Matter sent back to ITAT for re-adjudication as decided on inadequate finding.

Rs.10,25,000 seized form premise of assessee. Proceeding u/s 132A (of Income Tax Act, 1961) were initiated against him & notice u/s 158BC (of Income Tax Act, 1961) was served. Assessee declared total undisclosed income as nil. After notice AO made additions. CIT deleted it. Tribunal upheld it. On appeal HC held, Tribunal in conclusion merely relied upon order of AO & has not given any basis or reasons for reversing finding recorded by CIT(A). Thus, matter sent back to Tribunal for re-adjudication.-010592

1.  On receiving intimation from the Central Excise Department regarding seizure of a sum of Rs. 10,25,000 from the premises of the assessee, the proceedings under section 132A (of Income Tax Act, 1961) were initiated against the assessee and a notice under section 158BC (of Income Tax Act, 1961) was served upon him. Return of income for block assessment was filed by the assessee declaring total undisclosed income as nil. 
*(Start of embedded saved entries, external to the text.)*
static void jet_beta(acb_poly_t out, const acb_poly_struct *const *a, size_t n, ball_mode m, slong len, slong prec)
{
    (void)n, (void)m;
    acb_poly_t s, g;
    acb_poly_init(s);
    acb_poly_init(g);
    acb_poly_add(s, a[0], a[1], prec);
    acb_poly_rgamma_series(s, s, len, prec);
    for (int k = 0; k < 2; k++) {
        acb_poly_gamma_series(g, a[k], len, prec);
        acb_poly_mullow(s, s, g, len, prec);
    }
    acb_poly_set(out, s);
    acb_poly_clear(s);
    acb_poly_clear(g);
}

/* z^2 w'' + z w' + (sign z^2 - nu^2) w = 0: Taylor coefficients at z_0 from the first two (DLMF 10.2.1, 10.25.1). */
static void bessel_taylor(acb_poly_t c, const acb_t nu, const acb_t z, const acb_t w0, const acb_t w1, int sign,
                          slong len, slong prec)
{
    acb_t sum, t, z2, nu2;
    acb_init(sum);
    acb_init(t);
    acb_init(z2);
    acb_init(nu2);
    acb_mul(z2, z, z, prec);
    acb_mul(nu2, nu, nu, prec);
    acb_poly_fit_length(c, len < 2 ? 2 : len);
    acb_set(c->coeffs, w0);
    acb_set(c->coeffs + 1, w1);
    for (slong k = 0; k + 2 < len; k++) {
        acb_mul_si(t, z, (2 * k + 1) * (k + 1), prec);
        acb_mul(sum, t, c->coeffs + k + 1, prec);
        if (sign > 0) acb_sub(t, z2, nu2, prec);
        else acb_add(t, z2, nu2, prec), acb_neg(t, t);
        acb_add_si(t, t, k * k, prec);
        acb_addmul(sum, t, c->coeffs + k, prec);
        if (k >= 1) {
            acb_mul_2exp_si(t, z, 1);
            acb_mul(t, t, c->coeffs + k - 1, prec);
            if (k >= 2) acb_add(t, t, c->coeffs + k - 2, prec);
            if (sign > 0) acb_add(sum, sum, t, prec);
            else acb_sub(sum, sum, t, prec);
        }
        acb_mul_si(t, z2, (k + 1) * (k + 2), prec);
        acb_div(sum, sum, t, prec);
        acb_neg(c->coeffs + k + 2, sum);
    }
    _acb_poly_set_length(c, len < 2 ? 2 : len);
    acb_poly_truncate(c, len);
    acb_clear(sum);
    acb_clear(t);
    acb_clear(z2);
    acb_clear(nu2);
}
2.  In response to show-cause notice as to why said sum should not be added to his income for the block period, the assessee explained before the Assessing Officer that said sum was on account of sales realizations collected by ‘R’ against sale bill Nos. 46 to 56. 

3.  However, the Assessing Officer held that said cash represented his income from undisclosed sources and, made addition. On appeal, the Commissioner (Appeals) deleted the said addition on the ground that the assessee had given detailed of sales bills which justified its stand and 'R' had also confirmed the same and, thus, the addition was not based on any cogent reason. 
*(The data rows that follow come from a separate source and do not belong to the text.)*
/* With logarithms the panel next to 0 cannot be bounded by a constant: panels shrink towards 0 by halves, and below the last
 * one |h| <= sum of bounds * |ell|^k is integrated in closed form. */
static slong sheaf_start_logs(sheaf *s)
{
    enum { HALVINGS = 33 };
    arb_t t, zero, total;
    mag_t part, bound, ell;
    slong left;
    double z = -1 + exp2(1 - HALVINGS);
    arb_init(t);
    arb_init(zero);
    arb_init(total);
    mag_init(part);
    mag_init(bound);
    mag_init(ell);
    patch_t(t, s->p, s->patches.list, z);
    arb_get_mag(ell, s->p->ell_factor);
    s->has_crumb = true;
    for (slong k = 0; k < s->lanes; k++) {
        patch_lane_bound(bound, s->patches.list, k, -1, z);
        omega_crumb(part, s->w.alpha, zero, t, k);
        mag_mul(bound, bound, part);
        mag_pow_ui(part, ell, (ulong)k);
        mag_addmul(s->crumb, bound, part);
    }
    weight_total(total, &s->w);
    arb_inv(total, total, SUM_BITS);
    arb_get_mag(part, total);
    mag_mul(s->crumb, s->crumb, part);
    left = sheaf_joint(s, t);
    for (int j = HALVINGS - 1; j >= 1; j--) {
        double z1 = -1 + exp2(1 - j);
        slong right;
        patch_t(t, s->p, s->patches.list, z1);
        right = sheaf_joint(s, t);
        sheaf_panel(s, 0, z, z1, left, right);
        left = right;
        z = z1;
    }
    mag_clear(ell);
    mag_clear(bound);
    mag_clear(part);
    arb_clear(total);
    arb_clear(zero);
    arb_clear(t);
    return left;
}

static void sheaf_panels(sheaf *s)
{
    slong left;
    double z0 = -1;
    if (s->lanes > 1) {
        left = sheaf_start_logs(s);
        z0 = 0;
    } else {
        left = sheaf_joint(s, s->patches.list[0].t_left);
    }
    for (slong k = 0; k < s->patches.count; k++) {
        slong right = sheaf_joint(s, s->patches.list[k].t_right);
        sheaf_panel(s, k, z0, 1, left, right);
        left = right;
        z0 = -1;
    }
}

/* Cuts panel k in two; the new right half goes to the end of the list. */
static void sheaf_split(sheaf *s, slong k)
{
    panel *q = s->panels + k, *half;
    double z = q->z0 / 2 + q->z1 / 2, z1 = q->z1;
    slong right = q->right, middle, from = q->patch;
    arb_t t;
    arb_init(t);
    patch_t(t, s->p, s->patches.list + q->patch, z);
    middle = sheaf_joint(s, t);
    q->z1 = z;
    q->right = middle;
    panel_measure(s, q);
    half = sheaf_panel(s, from, z, z1, middle, right);
    (void)half;
    arb_clear(t);
}

static int panel_compare(const void *a, const void *b)
{
    const panel *x = a, *y = b;
    if (x->patch != y->patch)
        return x->patch < y->patch ? -1 : 1;
    return x->z0 < y->z0 ? -1 : x->z0 > y->z0;
}

/* Splits every panel whose loss is above 0.3 of the mean; losses has panel_count entries. */
static void sheaf_split_losers(sheaf *s, const double *losses)
{
    slong count = s->panel_count;
    double sum = 0;
    for (slong k = 0; k < count; k++)
        sum += losses[k];
    for (slong k = 0; k < count; k++)
        if (losses[k] > 0.3 * sum / count && s->panels[k].z1 - s->panels[k].z0 > 1e-6)
            sheaf_split(s, k);
    qsort(s->panels, s->panel_count, sizeof(panel), panel_compare);
}

static double arb_size(const arb_t x)
{
    mag_t m;
    double d;
    mag_init(m);
    arb_get_mag(m, x);
    d = mag_get_d(m);
    mag_clear(m);
    return d;
}

/* ---- the far part ---- */

/* log2 of (1/m) max over lanes |f[first]| Gamma(alpha) S^-alpha: the size of the first omitted term. */
static double log2_term(const sheaf *s, slong first)
{
    arb_t total;
    mag_t most, part;
    double out;
    if (first >= s->p->known)
        return -HUGE_VAL;
    arb_init(total);
    mag_init(most);
    mag_init(part);
    weight_total(total, &s->w);
    for (slong k = 0; k < s->p->lanes; k++) {
        arb_get_mag(part, s->p->f[k] + first);
        mag_max(most, most, part);
    }
    arb_get_mag(part, total);
    mag_mul(most, most, part);
    out = mag_is_zero(most) ? -HUGE_VAL : mag_log2(most);
    mag_clear(part);
    mag_clear(most);
    arb_clear(total);
    return out;
}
4.  But, the Tribunal reversed the order of the Commissioner (Appeals) on two counts that the assessee was not entitled to challenge validity of search and seizure before appellate authority and that no valid explanation was furnished by the assessee regarding said sum.

On appeal HC held as under:

5.  The Division Bench of this High Court in CIT v. Paras Rice Mills [2010] 323 ITR 182 has held the Tribunal when hearing an appeal against the order of assessment could not go into the question of validity or otherwise of any administrative decision for conducting the search and seizure. 

6.  The same may be the subject-matter of challenge in independent proceedings where the question of validity or otherwise of administrative order could be gone into. Thus, the Tribunal had rightly held that the validity of search and seizure operation could not be gone into by the Tribunal in the appeal proceedings. 

7.  The Tribunal while arriving at the conclusion that Rs. 10,25,000 seized was on account of concealed income of the assessee, has merely relied upon the order of the Assessing Officer and has not given any basis or reasons for reversing the finding recorded by the Commissioner (Appeals) . 

8.  Further, the plausibility of the explanation submitted by the assessee on the basis of sales bill Nos. 46 to 56 produced by him also requires to be considered by the Tribunal. Accordingly, the matter was to be remanded to the Tribunal for re-adjudications.